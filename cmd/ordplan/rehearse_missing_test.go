package main

import (
	"crypto/sha256"
	"encoding/hex"
	"encoding/json"
	"fmt"
	"os"
	"path/filepath"
	"regexp"
	"strings"
	"testing"
)

// imputingPlan imputes its missing values (data.missing: impute), writes
// the completed sets, and states missing values for the rehearsal: x
// completely at random, z at random given the outcome.
const imputingPlan = `version: 1
seed: 42
data:
  file: data.csv
  missing: impute
  imputation: {sets: 3, iterations: 3, write_sets: true}
outcomes:
  - column: y
    categories: ["1", "2", "3"]
categorical:
  g: {levels: [a, b, c]}
predictors: [x, z, g]
models: {approaches: [cumulative], effects: [parallel], links: [logit]}
rules:
  - choose: {by: bic}
assumptions:
  n: 300
  predictors:
    x: {mean: 0, sd: 1}
    z: {mean: 0, sd: 1}
  outcomes:
    y:
      proportions: [0.3, 0.4, 0.3]
      effects: {x: 0.8, z: -0.5, g: {b: 0.5, c: 1}}
  missing:
    x: {proportion: 0.2}
    z: {proportion: 0.3, given: {y: 1.0}}
`

// A rehearsal of a plan that imputes runs the imputation path on the
// simulated missing values: decisions.json pools the fits of the imputed
// sets, the simulated file has the missing cells, the report and run.json
// say what was simulated, and the completed sets are among the outputs
// with their hash in run.json. A power study of the same plan imputes in
// every replicate and says so.
func TestRehearseImputes(t *testing.T) {
	dir := t.TempDir()
	planPath := filepath.Join(dir, "plan.yaml")
	if err := os.WriteFile(planPath, []byte(imputingPlan), 0o644); err != nil {
		t.Fatal(err)
	}
	out := filepath.Join(dir, "reh")
	if _, errs, code := runCLI("rehearse", planPath, "--quiet", "--out", out); code != 0 {
		t.Fatalf("rehearse: exit %d: %s", code, errs)
	}
	var dec struct {
		Outcomes []struct {
			Imputation *struct {
				Sets    int    `json:"sets"`
				Source  string `json:"source"`
				Pooling []struct {
					Model string `json:"model"`
				} `json:"pooling"`
				Imputation *struct {
					RowsIncomplete int `json:"rows_incomplete"`
				} `json:"imputation"`
			} `json:"imputation"`
		} `json:"outcomes"`
	}
	b, err := os.ReadFile(filepath.Join(out, "decisions.json"))
	if err != nil || json.Unmarshal(b, &dec) != nil {
		t.Fatalf("decisions.json: %v", err)
	}
	im := dec.Outcomes[0].Imputation
	if im == nil || im.Sets != 3 || len(im.Pooling) == 0 || im.Imputation == nil || im.Imputation.RowsIncomplete == 0 {
		t.Fatalf("decisions.json does not pool imputed sets: %+v", im)
	}
	sim, _ := os.ReadFile(filepath.Join(out, "simulated-data.csv"))
	if !strings.Contains(string(sim), ",,") {
		t.Error("the simulated data have no empty cell")
	}
	report, _ := os.ReadFile(filepath.Join(out, "report.md"))
	for _, w := range []string{"`x` 20% completely at random (", "`z` 30% at random given y (log-odds +1 per SD) (", "The 3 completed sets the fits used are in `imputed-sets-y.csv`"} {
		if !strings.Contains(string(report), w) {
			t.Errorf("report.md lacks %q", w)
		}
	}
	var run struct {
		Outputs map[string]string `json:"outputs_sha256"`
	}
	b, _ = os.ReadFile(filepath.Join(out, "run.json"))
	if err := json.Unmarshal(b, &run); err != nil {
		t.Fatal(err)
	}
	var simulated struct {
		Simulated *struct {
			Missing []struct {
				Column string `json:"column"`
				Count  *int   `json:"missing"`
			} `json:"missing"`
		} `json:"simulated_data"`
	}
	b, _ = os.ReadFile(filepath.Join(out, "decisions.json"))
	if err := json.Unmarshal(b, &simulated); err != nil {
		t.Fatal(err)
	}
	sets, err := os.ReadFile(filepath.Join(out, "imputed-sets-y.csv"))
	if err != nil {
		t.Fatal(err)
	}
	h := sha256.Sum256(sets)
	if run.Outputs["imputed-sets-y.csv"] != hex.EncodeToString(h[:]) {
		t.Errorf("run.json's hash of imputed-sets-y.csv %q", run.Outputs["imputed-sets-y.csv"])
	}
	if n := strings.Count(string(sets), "\n"); n != 1+3*300 {
		t.Errorf("imputed-sets-y.csv has %d lines", n)
	}
	if s := simulated.Simulated; s == nil || len(s.Missing) != 2 || s.Missing[0].Count == nil || *s.Missing[0].Count == 0 {
		t.Errorf("decisions.json's record of the simulated missing values: %+v", s)
	}
	pout := filepath.Join(dir, "pow")
	if _, errs, code := runCLI("power", planPath, "--n", "100", "--replicates", "2", "--quiet", "--out", pout); code != 0 {
		t.Fatalf("power: exit %d: %s", code, errs)
	}
	pm, _ := os.ReadFile(filepath.Join(pout, "power.md"))
	if !strings.Contains(string(pm), "`z` 30% at random given y (log-odds +1 per SD)") {
		t.Errorf("power.md:\n%s", pm)
	}
	var pj struct {
		Outcomes []struct {
			Sizes []struct {
				Failed struct {
					Count int `json:"count"`
				} `json:"failed"`
			} `json:"sizes"`
		} `json:"outcomes"`
	}
	b, _ = os.ReadFile(filepath.Join(pout, "power.json"))
	if json.Unmarshal(b, &pj) != nil || pj.Outcomes[0].Sizes[0].Failed.Count != 0 {
		t.Errorf("power.json: replicates failed: %s", b)
	}
}

// A rehearsal or a replicate that the plan cannot be run on (so many
// missing values that a category is left without rows) names the
// simulated data as the user knows them, never the temporary file they
// were read from.
func TestSimulatedFailureNamesNoTemporaryFile(t *testing.T) {
	dir := t.TempDir()
	src := strings.NewReplacer("  missing: impute\n", "  missing: drop\n", "  imputation: {sets: 3, iterations: 3, write_sets: true}\n", "",
		"z: {proportion: 0.3, given: {y: 1.0}}", "z: {proportion: 0.9, given: {y: 6}}").Replace(imputingPlan)
	planPath := filepath.Join(dir, "plan.yaml")
	if err := os.WriteFile(planPath, []byte(src), 0o644); err != nil {
		t.Fatal(err)
	}
	_, errs, code := runCLI("rehearse", planPath, "--n", "30", "--quiet", "--out", filepath.Join(dir, "reh"))
	if code != 1 || !strings.Contains(errs, "ordplan: rehearsal on simulated data: simulated-data.csv (not kept: the rehearsal wrote nothing): column \"y\": only one category") || strings.Contains(errs, "ordplan-rehearse-") {
		t.Errorf("rehearse: exit %d: %s", code, errs)
	}
	pout := filepath.Join(dir, "pow")
	if _, errs, code := runCLI("power", planPath, "--n", "30", "--replicates", "2", "--quiet", "--out", pout); code != 0 {
		t.Fatalf("power: exit %d: %s", code, errs)
	}
	pm, _ := os.ReadFile(filepath.Join(pout, "power.md"))
	if !strings.Contains(string(pm), "At n = 30 the first failed replicate said: simulated n=30 replicate 1: column \"y\": only one category") || strings.Contains(string(pm), "ordplan-power-") {
		t.Errorf("power.md:\n%s", pm)
	}
}

// A simulated row that misses every column written (the outcome and every
// predictor made missing, no weights, offset or cluster) is a row of the
// simulated data: written with empty cells alone it was a line of
// delimiters, which the reader skips as a blank line, so that the
// rehearsal read fewer rows than it drew and each column's missing values
// in the analysis were fewer than the report said it had drawn (x: 175 of
// 300 rows drawn, 159 of 284 read). Its first cell is written NA.
func TestRehearseRowsMissingEveryColumn(t *testing.T) {
	dir := t.TempDir()
	planPath := filepath.Join(dir, "plan.yaml")
	src := strings.Replace(imputingPlan, "    z: {proportion: 0.3, given: {y: 1.0}}\n", "    z: {proportion: 0.6}\n    y: {proportion: 0.5}\n    g: {proportion: 0.5}\n", 1)
	src = strings.Replace(src, "x: {proportion: 0.2}", "x: {proportion: 0.6}", 1)
	if err := os.WriteFile(planPath, []byte(src), 0o644); err != nil {
		t.Fatal(err)
	}
	out := filepath.Join(dir, "reh")
	if _, errs, code := runCLI("rehearse", planPath, "--quiet", "--out", out); code != 0 {
		t.Fatalf("rehearse: exit %d: %s", code, errs)
	}
	sim, err := os.ReadFile(filepath.Join(out, "simulated-data.csv"))
	if err != nil {
		t.Fatal(err)
	}
	blank := 0
	for _, l := range strings.Split(strings.TrimSpace(string(sim)), "\n")[1:] {
		if strings.Trim(l, ",") == "" {
			t.Fatalf("simulated-data.csv holds a line of delimiters alone: %q", l)
		}
		if strings.Trim(l, ",") == "NA" {
			blank++
		}
	}
	if blank == 0 {
		t.Fatal("no row misses every column: the test does not test")
	}
	b, err := os.ReadFile(filepath.Join(out, "report.md"))
	if err != nil {
		t.Fatal(err)
	}
	report := string(b)
	for _, want := range []string{
		"300 rows read, 300 used",
		"Each was written as an empty cell, but for the first cell of a row missing every column, written `NA` (a line of empty cells alone is a blank line, no row).",
	} {
		if !strings.Contains(report, want) {
			t.Errorf("report.md lacks %q", want)
		}
	}
	// The missing values the report says were drawn are those the analysis
	// counts.
	drawn := regexp.MustCompile("`x` 60% completely at random \\((\\d+) of the 300 rows analysed\\)").FindStringSubmatch(report)
	if drawn == nil || !strings.Contains(report, fmt.Sprintf("Predictor column \"x\" is observed in %d of the 300 rows (%s missing", 300-atoi(drawn[1]), drawn[1])) {
		t.Errorf("the missing values of x drawn (%v) are not those the analysis counts", drawn)
	}
}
============================================================
*Directions for this task:*
Report the number of lines in the material above that contain "only". Nothing else is wanted.

*Answer to this task:*
2